All lines after the one containing "# The fixture" are needed, along with that line itself. Please repeat them exactly through the end of the entries.
── DATA SUPPLIED ──
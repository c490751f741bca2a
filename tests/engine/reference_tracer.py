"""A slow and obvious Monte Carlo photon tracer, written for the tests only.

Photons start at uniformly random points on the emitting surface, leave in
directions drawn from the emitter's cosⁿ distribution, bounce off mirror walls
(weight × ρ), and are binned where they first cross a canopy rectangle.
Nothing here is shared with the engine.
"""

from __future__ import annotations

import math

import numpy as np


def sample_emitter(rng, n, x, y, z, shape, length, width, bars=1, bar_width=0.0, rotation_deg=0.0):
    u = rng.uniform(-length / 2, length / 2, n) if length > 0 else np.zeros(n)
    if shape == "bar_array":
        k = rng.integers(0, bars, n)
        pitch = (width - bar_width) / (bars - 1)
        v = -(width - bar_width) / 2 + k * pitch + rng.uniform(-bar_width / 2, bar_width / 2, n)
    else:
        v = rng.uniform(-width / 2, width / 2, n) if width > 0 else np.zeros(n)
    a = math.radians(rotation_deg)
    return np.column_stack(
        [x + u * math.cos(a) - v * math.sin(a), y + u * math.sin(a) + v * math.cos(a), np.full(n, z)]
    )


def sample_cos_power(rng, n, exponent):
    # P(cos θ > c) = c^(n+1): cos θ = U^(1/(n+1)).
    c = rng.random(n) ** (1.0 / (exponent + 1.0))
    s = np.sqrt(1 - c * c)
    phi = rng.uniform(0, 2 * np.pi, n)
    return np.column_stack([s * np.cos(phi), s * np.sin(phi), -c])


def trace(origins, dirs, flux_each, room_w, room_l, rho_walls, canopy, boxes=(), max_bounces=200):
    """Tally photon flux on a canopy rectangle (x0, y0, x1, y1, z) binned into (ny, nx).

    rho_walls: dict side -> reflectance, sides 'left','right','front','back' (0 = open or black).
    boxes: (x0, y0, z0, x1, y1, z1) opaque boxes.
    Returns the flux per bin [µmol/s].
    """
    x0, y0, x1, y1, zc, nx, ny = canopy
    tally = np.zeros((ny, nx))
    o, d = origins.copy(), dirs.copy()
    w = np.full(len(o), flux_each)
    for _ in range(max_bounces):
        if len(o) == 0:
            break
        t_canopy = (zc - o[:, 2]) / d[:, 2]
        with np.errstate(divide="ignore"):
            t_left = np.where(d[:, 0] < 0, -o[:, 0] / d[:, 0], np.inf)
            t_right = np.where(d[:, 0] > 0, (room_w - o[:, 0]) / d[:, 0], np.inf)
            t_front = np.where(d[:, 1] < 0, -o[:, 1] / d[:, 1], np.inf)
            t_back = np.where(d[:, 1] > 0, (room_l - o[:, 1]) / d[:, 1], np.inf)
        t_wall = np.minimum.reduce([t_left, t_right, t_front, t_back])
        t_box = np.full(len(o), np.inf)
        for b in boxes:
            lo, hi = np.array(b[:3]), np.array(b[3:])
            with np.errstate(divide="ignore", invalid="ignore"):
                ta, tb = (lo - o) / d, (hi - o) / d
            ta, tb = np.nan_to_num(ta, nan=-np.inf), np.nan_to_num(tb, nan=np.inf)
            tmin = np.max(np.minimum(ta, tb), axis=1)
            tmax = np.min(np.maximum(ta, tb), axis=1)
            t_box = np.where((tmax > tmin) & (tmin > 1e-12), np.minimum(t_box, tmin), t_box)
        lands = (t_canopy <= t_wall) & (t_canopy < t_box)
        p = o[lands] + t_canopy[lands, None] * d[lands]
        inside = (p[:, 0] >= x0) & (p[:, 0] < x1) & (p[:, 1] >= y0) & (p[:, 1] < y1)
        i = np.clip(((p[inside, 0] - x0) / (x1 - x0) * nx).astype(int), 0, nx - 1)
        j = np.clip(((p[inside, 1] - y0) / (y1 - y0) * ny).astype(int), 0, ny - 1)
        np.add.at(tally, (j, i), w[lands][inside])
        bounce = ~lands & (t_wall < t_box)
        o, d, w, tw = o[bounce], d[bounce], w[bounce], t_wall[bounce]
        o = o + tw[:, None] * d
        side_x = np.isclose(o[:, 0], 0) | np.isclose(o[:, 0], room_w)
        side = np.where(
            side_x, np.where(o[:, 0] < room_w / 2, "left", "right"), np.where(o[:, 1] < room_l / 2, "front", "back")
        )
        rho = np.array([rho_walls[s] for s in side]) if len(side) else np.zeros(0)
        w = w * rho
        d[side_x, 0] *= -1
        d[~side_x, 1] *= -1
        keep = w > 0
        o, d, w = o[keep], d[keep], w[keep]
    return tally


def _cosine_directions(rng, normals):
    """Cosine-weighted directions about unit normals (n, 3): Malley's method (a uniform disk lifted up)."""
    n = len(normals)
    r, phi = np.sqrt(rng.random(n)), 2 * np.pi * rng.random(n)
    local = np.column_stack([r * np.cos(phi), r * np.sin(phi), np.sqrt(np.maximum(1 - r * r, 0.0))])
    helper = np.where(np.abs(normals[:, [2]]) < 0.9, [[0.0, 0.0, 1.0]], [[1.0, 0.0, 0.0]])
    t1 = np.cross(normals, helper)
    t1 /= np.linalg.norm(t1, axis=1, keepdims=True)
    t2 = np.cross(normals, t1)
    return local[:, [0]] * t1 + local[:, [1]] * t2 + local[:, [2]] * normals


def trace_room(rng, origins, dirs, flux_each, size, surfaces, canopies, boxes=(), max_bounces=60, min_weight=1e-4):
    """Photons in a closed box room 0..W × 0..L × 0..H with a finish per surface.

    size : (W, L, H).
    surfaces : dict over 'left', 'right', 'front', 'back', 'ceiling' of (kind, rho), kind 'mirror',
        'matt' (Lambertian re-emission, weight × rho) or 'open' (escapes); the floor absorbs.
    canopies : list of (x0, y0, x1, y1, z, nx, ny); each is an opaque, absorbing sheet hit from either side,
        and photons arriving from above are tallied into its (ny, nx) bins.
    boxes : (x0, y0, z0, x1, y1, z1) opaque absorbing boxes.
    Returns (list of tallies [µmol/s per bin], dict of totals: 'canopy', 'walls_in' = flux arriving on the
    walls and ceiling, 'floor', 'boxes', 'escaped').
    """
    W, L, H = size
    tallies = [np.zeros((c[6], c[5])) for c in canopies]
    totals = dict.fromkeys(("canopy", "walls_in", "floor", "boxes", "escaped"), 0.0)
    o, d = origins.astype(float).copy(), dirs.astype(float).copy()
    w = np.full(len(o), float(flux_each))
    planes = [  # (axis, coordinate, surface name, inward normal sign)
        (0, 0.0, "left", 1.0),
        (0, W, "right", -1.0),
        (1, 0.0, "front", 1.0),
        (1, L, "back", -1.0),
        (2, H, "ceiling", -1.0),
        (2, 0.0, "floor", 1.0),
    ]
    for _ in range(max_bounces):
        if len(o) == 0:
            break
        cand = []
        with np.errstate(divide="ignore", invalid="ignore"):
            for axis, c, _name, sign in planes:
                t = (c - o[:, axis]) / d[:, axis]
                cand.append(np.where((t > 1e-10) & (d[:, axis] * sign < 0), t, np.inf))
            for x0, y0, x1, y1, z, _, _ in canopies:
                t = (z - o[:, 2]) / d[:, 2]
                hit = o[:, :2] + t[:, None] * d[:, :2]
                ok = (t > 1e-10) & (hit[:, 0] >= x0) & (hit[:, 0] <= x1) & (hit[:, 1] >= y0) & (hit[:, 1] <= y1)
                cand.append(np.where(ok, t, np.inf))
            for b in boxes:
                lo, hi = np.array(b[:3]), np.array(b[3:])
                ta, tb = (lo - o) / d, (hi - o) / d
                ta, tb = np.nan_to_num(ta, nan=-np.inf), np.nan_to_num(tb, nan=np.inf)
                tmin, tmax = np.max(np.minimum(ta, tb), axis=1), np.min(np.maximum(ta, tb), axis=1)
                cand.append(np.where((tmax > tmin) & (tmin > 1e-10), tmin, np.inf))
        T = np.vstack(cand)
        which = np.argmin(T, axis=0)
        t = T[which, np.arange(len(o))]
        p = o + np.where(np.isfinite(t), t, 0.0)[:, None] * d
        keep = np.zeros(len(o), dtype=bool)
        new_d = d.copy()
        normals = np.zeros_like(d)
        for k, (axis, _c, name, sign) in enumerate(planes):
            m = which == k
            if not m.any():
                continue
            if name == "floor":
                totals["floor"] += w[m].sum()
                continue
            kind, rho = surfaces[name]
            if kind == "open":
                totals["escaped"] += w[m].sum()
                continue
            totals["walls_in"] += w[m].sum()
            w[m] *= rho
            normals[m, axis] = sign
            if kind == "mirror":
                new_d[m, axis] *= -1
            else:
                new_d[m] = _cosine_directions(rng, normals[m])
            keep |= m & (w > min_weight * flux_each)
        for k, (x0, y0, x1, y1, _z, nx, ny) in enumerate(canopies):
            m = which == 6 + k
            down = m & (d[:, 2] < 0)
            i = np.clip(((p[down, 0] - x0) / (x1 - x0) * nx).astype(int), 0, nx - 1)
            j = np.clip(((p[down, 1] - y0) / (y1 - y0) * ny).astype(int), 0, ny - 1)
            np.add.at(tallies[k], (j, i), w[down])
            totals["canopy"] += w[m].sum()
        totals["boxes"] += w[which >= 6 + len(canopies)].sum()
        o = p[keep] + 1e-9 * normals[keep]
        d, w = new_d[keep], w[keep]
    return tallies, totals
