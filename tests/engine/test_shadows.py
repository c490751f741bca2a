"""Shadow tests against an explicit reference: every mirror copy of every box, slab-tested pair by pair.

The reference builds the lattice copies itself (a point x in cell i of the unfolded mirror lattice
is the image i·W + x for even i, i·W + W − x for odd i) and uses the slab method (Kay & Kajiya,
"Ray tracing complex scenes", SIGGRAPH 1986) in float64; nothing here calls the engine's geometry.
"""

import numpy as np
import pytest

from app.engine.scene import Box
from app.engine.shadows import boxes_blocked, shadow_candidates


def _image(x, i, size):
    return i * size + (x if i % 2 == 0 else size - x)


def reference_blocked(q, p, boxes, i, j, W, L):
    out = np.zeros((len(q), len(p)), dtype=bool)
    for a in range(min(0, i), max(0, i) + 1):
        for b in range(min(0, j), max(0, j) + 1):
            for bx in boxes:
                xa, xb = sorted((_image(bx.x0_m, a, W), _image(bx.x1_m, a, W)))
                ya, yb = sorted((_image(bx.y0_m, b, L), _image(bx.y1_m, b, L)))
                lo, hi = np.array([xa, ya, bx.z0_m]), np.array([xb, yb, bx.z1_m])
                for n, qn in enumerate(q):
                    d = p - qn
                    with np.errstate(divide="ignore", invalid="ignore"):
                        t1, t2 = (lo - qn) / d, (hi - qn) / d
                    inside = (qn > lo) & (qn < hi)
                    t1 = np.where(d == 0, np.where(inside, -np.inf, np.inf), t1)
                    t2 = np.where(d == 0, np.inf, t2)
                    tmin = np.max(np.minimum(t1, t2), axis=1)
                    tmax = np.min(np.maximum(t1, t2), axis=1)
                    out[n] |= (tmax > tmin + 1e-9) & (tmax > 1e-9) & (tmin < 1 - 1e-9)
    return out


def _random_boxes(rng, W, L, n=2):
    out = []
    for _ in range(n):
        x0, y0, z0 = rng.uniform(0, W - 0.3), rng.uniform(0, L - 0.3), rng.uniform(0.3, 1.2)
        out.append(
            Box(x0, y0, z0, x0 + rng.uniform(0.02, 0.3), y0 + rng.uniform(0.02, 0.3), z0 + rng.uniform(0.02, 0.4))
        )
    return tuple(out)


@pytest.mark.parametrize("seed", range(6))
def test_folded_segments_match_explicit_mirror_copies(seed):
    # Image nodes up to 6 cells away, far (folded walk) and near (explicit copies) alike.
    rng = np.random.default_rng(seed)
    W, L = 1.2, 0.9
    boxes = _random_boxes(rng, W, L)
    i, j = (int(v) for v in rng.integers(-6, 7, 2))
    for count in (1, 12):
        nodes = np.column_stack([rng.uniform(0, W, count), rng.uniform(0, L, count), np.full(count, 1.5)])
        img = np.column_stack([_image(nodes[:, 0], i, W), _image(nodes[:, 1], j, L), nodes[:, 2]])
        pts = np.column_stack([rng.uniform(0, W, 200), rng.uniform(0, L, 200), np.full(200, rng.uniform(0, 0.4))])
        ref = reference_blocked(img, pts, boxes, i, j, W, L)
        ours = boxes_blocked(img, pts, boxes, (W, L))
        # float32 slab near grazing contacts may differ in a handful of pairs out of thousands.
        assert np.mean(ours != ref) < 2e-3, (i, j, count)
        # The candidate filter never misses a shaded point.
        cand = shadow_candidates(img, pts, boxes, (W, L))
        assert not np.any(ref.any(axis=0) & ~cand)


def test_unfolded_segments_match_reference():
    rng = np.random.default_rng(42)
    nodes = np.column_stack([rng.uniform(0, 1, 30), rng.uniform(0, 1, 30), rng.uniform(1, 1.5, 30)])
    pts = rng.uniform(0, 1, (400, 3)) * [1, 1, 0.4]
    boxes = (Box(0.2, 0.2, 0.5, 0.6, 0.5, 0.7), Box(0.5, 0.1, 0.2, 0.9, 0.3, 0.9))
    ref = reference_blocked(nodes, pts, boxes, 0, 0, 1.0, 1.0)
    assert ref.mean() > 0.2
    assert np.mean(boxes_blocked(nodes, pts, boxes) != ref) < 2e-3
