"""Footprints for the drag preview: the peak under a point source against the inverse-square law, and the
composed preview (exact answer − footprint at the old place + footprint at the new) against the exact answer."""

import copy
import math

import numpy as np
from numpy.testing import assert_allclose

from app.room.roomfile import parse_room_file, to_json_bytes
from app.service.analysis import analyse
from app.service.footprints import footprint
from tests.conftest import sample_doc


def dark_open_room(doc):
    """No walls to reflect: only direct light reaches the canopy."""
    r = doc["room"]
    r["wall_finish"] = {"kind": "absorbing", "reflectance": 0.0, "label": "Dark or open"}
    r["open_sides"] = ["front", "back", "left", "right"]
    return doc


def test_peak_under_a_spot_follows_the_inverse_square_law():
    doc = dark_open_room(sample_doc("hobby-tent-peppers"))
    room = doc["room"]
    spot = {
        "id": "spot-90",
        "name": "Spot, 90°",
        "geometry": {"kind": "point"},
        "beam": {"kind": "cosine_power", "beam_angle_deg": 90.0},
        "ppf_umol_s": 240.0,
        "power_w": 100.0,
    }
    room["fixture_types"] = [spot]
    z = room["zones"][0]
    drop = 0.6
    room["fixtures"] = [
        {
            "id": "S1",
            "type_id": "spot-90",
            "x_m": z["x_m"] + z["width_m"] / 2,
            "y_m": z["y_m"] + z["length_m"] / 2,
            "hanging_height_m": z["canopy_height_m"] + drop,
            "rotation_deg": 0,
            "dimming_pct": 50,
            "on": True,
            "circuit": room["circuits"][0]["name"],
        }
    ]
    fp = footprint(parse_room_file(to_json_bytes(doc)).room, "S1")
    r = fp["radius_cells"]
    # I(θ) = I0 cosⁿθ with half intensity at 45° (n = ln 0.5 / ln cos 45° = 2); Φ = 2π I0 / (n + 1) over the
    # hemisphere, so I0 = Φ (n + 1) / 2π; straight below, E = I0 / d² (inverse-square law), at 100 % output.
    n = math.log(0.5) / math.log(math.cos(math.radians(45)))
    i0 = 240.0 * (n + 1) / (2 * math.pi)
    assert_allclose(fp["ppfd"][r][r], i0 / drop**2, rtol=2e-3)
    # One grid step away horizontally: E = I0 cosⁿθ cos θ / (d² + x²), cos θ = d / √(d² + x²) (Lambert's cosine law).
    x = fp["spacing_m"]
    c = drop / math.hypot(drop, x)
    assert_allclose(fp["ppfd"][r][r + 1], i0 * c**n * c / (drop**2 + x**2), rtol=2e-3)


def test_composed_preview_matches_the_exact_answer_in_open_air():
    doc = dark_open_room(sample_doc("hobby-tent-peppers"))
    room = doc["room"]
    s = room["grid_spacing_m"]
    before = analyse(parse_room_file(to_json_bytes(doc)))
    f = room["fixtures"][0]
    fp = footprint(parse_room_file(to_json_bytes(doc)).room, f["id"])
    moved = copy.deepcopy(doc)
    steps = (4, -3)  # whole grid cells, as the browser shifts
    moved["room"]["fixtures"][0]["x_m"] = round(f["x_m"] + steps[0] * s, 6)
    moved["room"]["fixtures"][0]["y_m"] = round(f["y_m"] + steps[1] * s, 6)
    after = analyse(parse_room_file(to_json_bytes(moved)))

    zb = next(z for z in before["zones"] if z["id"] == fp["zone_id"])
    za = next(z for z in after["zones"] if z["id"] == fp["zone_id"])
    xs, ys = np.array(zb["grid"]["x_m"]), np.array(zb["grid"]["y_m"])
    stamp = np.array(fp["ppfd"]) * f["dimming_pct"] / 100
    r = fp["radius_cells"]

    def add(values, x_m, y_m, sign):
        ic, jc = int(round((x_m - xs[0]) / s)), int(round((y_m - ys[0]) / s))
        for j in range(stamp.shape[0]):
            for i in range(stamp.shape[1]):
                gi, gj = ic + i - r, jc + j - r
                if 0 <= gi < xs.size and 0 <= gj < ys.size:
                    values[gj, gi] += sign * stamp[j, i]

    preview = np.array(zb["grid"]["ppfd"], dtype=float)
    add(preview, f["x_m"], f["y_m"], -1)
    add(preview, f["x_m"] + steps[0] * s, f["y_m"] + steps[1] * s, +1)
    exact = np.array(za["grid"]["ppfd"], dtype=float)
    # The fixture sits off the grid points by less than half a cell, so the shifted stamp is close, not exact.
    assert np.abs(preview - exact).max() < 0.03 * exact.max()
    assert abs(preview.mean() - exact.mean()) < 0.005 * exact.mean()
───
**FINAL ANSWER:**
    # The fixture sits off the grid points by less than half a cell, so the shifted stamp is close, not exact.
    assert np.abs(preview - exact).max() < 0.03 * exact.max()
    assert abs(preview.mean() - exact.mean()) < 0.005 * exact.mean()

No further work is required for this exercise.